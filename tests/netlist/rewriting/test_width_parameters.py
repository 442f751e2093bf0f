"""Widths that are parameters and expressions, as text before and after."""

from __future__ import annotations

from dataclasses import replace

import pytest

from evenstage.errors import EvenstageError
from evenstage.netlist.rewriting.widths import plan_widths
from support.sized import assert_reads_back, check, planned, rewritten, sized, wish_list

WITH_PARAMETERS = b"""\
.subckt inv a y vdd vss wn=0.6u wp=1.2u
mn y a vss vss nch w=wn l=60n
mp y a vdd vdd pch w=wp l=60n
.ends
"""


class TestLeavesWithParameters:
    def test_a_call_that_passes_a_value_passes_the_new_one(self) -> None:
        calls = b"x1 a b vdd vss inv wn=0.9u\n+ wp=1.8u\nx2 b c vdd vss inv\n"
        check(
            b"t\n" + WITH_PARAMETERS + calls,
            b"t\n"
            + WITH_PARAMETERS
            + b"* evenstage: wn 0.9u -> 1.8u, wp 1.8u -> 3.6u: reason\n"
            + calls.replace(b"1.8u", b"3.6u").replace(b"0.9u", b"1.8u"),
            {"x1": 2},
            leaves={"inv"},
        )

    def test_a_call_that_relies_on_the_default_gets_a_value(self) -> None:
        calls = b"x1 a b vdd vss inv\nx2 b c vdd vss inv m=2  $ note\n"
        check(
            b"t\n" + WITH_PARAMETERS + calls,
            b"t\n" + WITH_PARAMETERS + b"x1 a b vdd vss inv\n"
            b"* evenstage: wn 0.6u -> 1.2u, wp 1.2u -> 2.4u: reason\n"
            b"x2 b c vdd vss inv m=2 wn=1.2u wp=2.4u  $ note\n",
            {"x2": 2},
            leaves={"inv"},
        )

    def test_calls_that_rely_on_the_default_and_agree_change_it(self) -> None:
        calls = b"x1 a b vdd vss inv\nx2 b c vdd vss inv\nx3 c d vdd vss inv wn=5u wp=6u\n"
        check(
            b"t\n" + WITH_PARAMETERS + calls,
            b"t\n* evenstage: wn 0.6u -> 1.2u, wp 1.2u -> 2.4u: reason\n"
            + WITH_PARAMETERS.replace(b"wn=0.6u wp=1.2u", b"wn=1.2u wp=2.4u")
            + calls,
            {"x1": 2, "x2": 2},
            leaves={"inv"},
        )

    def test_one_number_behind_both_transistors(self) -> None:
        leaf = (
            b".subckt inv a y vdd vss wn=0.6u\nmn y a vss vss nch w=wn l=60n\n"
            b"mp y a vdd vdd pch w='2*wn' l=60n\n.ends\n"
        )
        calls = b"x1 a b vdd vss inv\nx2 b c vdd vss inv wn=1u\n"
        handles = sized(b"t\n" + leaf + calls, leaves={"inv"})
        plan = planned(handles, {"x2": 1.5})
        assert_reads_back(handles, plan)
        assert rewritten(handles, plan) == b"t\n" + leaf + (
            b"x1 a b vdd vss inv\n* evenstage: wn 1u -> 1.5u: reason\nx2 b c vdd vss inv wn=1.5u\n"
        )
        assert [w.new for w in plan.written] == pytest.approx([1.5e-6, 3e-6], rel=1e-9)

    def test_a_width_on_another_ones_number_may_miss_its_wish_by_a_step(self) -> None:
        text = b"t\n.param wu=0.6u\nm1 y a 0 0 nch w=wu l=60n\nm2 y a 1 1 pch w='2*wu' l=60n\n"
        handles = sized(text)
        first, second = wish_list(handles, {"m1": 2, "m2": 2})
        plan = plan_widths(handles, (replace(second, new=2.405e-6), first))
        assert plan.refused == ()
        assert [w.new for w in plan.written] == pytest.approx([1.2e-6, 2.4e-6], rel=1e-9)
        assert_reads_back(handles, plan)

    def test_wishes_for_one_number_that_contradict_each_other(self) -> None:
        leaf = (
            b".subckt inv a y vdd vss wn=0.6u\nmn y a vss vss nch w=wn l=60n\n"
            b"mp y a vdd vdd pch w='2*wn' l=60n\n.ends\n"
        )
        handles = sized(b"t\n" + leaf + b"x1 a b vdd vss inv\n", leaves={"inv"})
        plan = planned(handles, {"x1.mn": 2, "x1.mp": 3})
        ((wish, why),) = plan.refused
        assert handles.block.netlist.card(wish.card).name == "mp"
        assert why == "wn=0.6u also sets another width, which changes by another factor"

    def test_a_parameter_inside_the_leaf_is_changed_in_a_copy(self) -> None:
        leaf = (
            b".subckt inv a y vdd vss\n.param wn = 0.6u\nmn y a vss vss nch w='wn' l=60n\n"
            b"mp y a vdd vdd pch w='2*wn' l=60n\n.ends\n"
        )
        calls = b"x1 a b vdd vss inv\nx2 b c vdd vss inv\n"
        handles = sized(b"t\n" + leaf + calls, leaves={"inv"})
        plan = planned(handles, {"x2": 2})
        assert_reads_back(handles, plan)
        after = rewritten(handles, plan)
        assert b"* evenstage: wn 0.6u -> 1.2u: reason\n.param wn = 1.2u\nmn" in after
        assert after.startswith(b"t\n" + leaf + b"* evenstage: inv -> inv_s1: called by x2\n")

    def test_a_parameter_shared_with_others_gives_way_to_a_number_in_a_copy(self) -> None:
        leaf = (
            b".subckt inv a y vdd vss\nmn y a vss vss nch w='wu' l=60n ad='wu*0.3u' as='0.2p'\n"
            b"mp y a vdd vdd pch w='2*wu' l=60n\n.ends\n"
        )
        calls = b"x1 a b vdd vss inv\nx2 b c vdd vss inv\n"
        handles = sized(b"t\n.param wu=0.6u\n" + leaf + calls, leaves={"inv"})
        plan = planned(handles, {"x1": 2, "x2": 2})
        assert_reads_back(handles, plan)
        after = rewritten(handles, plan)
        assert b".param wu=0.6u\n" + leaf in after
        assert b"nch w=1.2u l=60n ad=3.6e-13 as='0.4p'\n" in after
        assert b"* evenstage: w 'wu' = 0.6u -> 1.2u: reason\n" in after
        assert b"pch w=2.4u l=60n\n" in after
        assert after.count(b"inv_s1\n") == 2


class TestParameters:
    def test_a_parameter_of_the_subcircuit_is_scaled_wherever_it_is_given(self) -> None:
        row = b".subckt row a y vss w1=1u\nm1 y a vss vss nch w='w1/2' l=60n\n.ends\n"
        calls = b"x1 a y vss row\nx2 a z vss row w1=3u\nx3 a q vss row w1='4u'\n"
        handles = sized(b"t\n" + row + calls)
        plan = planned(handles, {"m1": 2})
        assert_reads_back(handles, plan)
        after = rewritten(handles, plan)
        assert after == (
            b"t\n* evenstage: w1 1u -> 2u: reason\n"
            + row.replace(b"1u", b"2u")
            + b"x1 a y vss row\n"
            b"* evenstage: w1 3u -> 6u: reason\nx2 a z vss row w1=6u\n"
            b"* evenstage: w1 '4u' -> '8u': reason\nx3 a q vss row w1='8u'\n"
        )

    def test_through_several_levels(self) -> None:
        text = (
            b"t\n.param wtop = 2u\n.subckt inner a y vss w=1u\nm1 b a vss vss nch w=w l=60n\n"
            b"m2 y b vss vss nch w=1u l=60n\n.ends\n.subckt outer a y vss wo=5u\n"
            b"xi a y vss inner w={wo*2}\n.ends\nx1 a y vss outer wo=wtop\n"
        )
        handles = sized(text)
        plan = planned(handles, {"m1": 2})
        assert_reads_back(handles, plan)
        after = rewritten(handles, plan)
        assert after == text.replace(
            b".param wtop = 2u", b"* evenstage: wtop 2u -> 4u: reason\n.param wtop = 4u"
        )


class TestFunctions:
    """Widths that pass through functions of the netlist."""

    DEFINED = b"t\n.param k=2 wn=1u half(x)='x/2'\n.func times(x,y) {k*half(x*y)}\n"

    @pytest.mark.parametrize("width", [b"'half(wn)'", b"times(wn,3)", b"'max(half(wn), 0.1*wn)'"])
    def test_the_number_behind_the_argument_is_changed(self, width: bytes) -> None:
        card = b"m1 y a vss vss nch w=" + width + b" l=60n ad='half(wn)*0.2u'\n"
        changed = self.DEFINED.replace(b".param", b"* evenstage: wn 1u -> 3u: reason\n.param")
        check(self.DEFINED + card, changed.replace(b"wn=1u", b"wn=3u") + card, {"m1": 3})

    def test_a_parameter_inside_the_function_serves_all_who_call_it(self) -> None:
        text = b"t\n.param wg=1u own(x)='x*wg'\n" + b"m1 y a vss vss nch w='own(2)' l=60n\n"
        check(
            text,
            text.replace(b".param wg=1u", b"* evenstage: wg 1u -> 2u: reason\n.param wg=2u"),
            {"m1": 2},
        )
        handles = sized(text + b"m2 z a vss vss nch w='own(3)' l=60n\n", apart={"m2"})
        why = "its width 'own(2)' comes from a parameter that sets other things too"
        assert why in handles.cannot_change().values()

    def test_in_a_leaf_a_call_passes_another_argument(self) -> None:
        leaf = WITH_PARAMETERS.replace(b"w=wn", b"w='half(2*wn)'")
        calls = b"x1 a b vdd vss inv wn=0.9u\nx2 b c vdd vss inv\nx3 c d vdd vss inv\n"
        handles = sized(self.DEFINED + leaf + calls, leaves={"inv"})
        plan = planned(handles, {"x1": 2, "x2": 3})
        assert_reads_back(handles, plan)
        after = rewritten(handles, plan)
        assert after.startswith(self.DEFINED + leaf)
        assert b"inv wn=1.8u wp=2.4u\n" in after
        assert b"inv wn=1.8u wp=3.6u\n" in after

    @pytest.mark.parametrize(
        ("function", "width", "through"),
        [
            (b"f(x)='x-0.1u'", b"'f(wn)'", ", through f()"),
            (b"f(x)='x > 0.5u ? x : 2*x'", b"'f(wn)'", ", through f()"),
            (b"f(x)='f(x)'", b"'f(wn)'", None),
            (b"f(x)='x'", b"'max(wn, 0.5u)'", ""),
            (b"f(x)='x'", b"'wn > 0.5u ? wn : 1u'", ""),
        ],
    )
    def test_what_is_not_in_proportion_for_every_factor_stays(
        self, function: bytes, width: bytes, through: str | None
    ) -> None:
        text = b"t\n.param wn=1u " + function + b"\nm1 y a vss vss nch w=" + width + b" l=60n\n"
        if through is None:
            with pytest.raises(EvenstageError, match="circular-parameter"):
                sized(text)
            return
        why = f"its width {width.decode()} is not in proportion to parameters{through}"
        assert list(sized(text).cannot_change().values()) == [why]

    def test_a_function_that_grows_endlessly_is_not_written_out(self) -> None:
        """Each calls the one before twice; the program gives up long before memory does."""
        functions = b"".join(
            b".func f%d(x) {f%d(x)+f%d(x)}\n" % (k, k - 1, k - 1) for k in range(1, 13)
        )
        text = b"t\n.param wn=1n f0(x)='x'\n" + functions + b"m1 y a 0 0 nch w='f12(wn)' l=60n\n"
        assert list(sized(text).cannot_change().values()) == [
            "its width 'f12(wn)' is not in proportion to parameters, through f12()"
        ]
-----
ACTIVITY -
Provide only the number of lines in the material above that contain the word "first".

PROBLEM SOLUTION -
2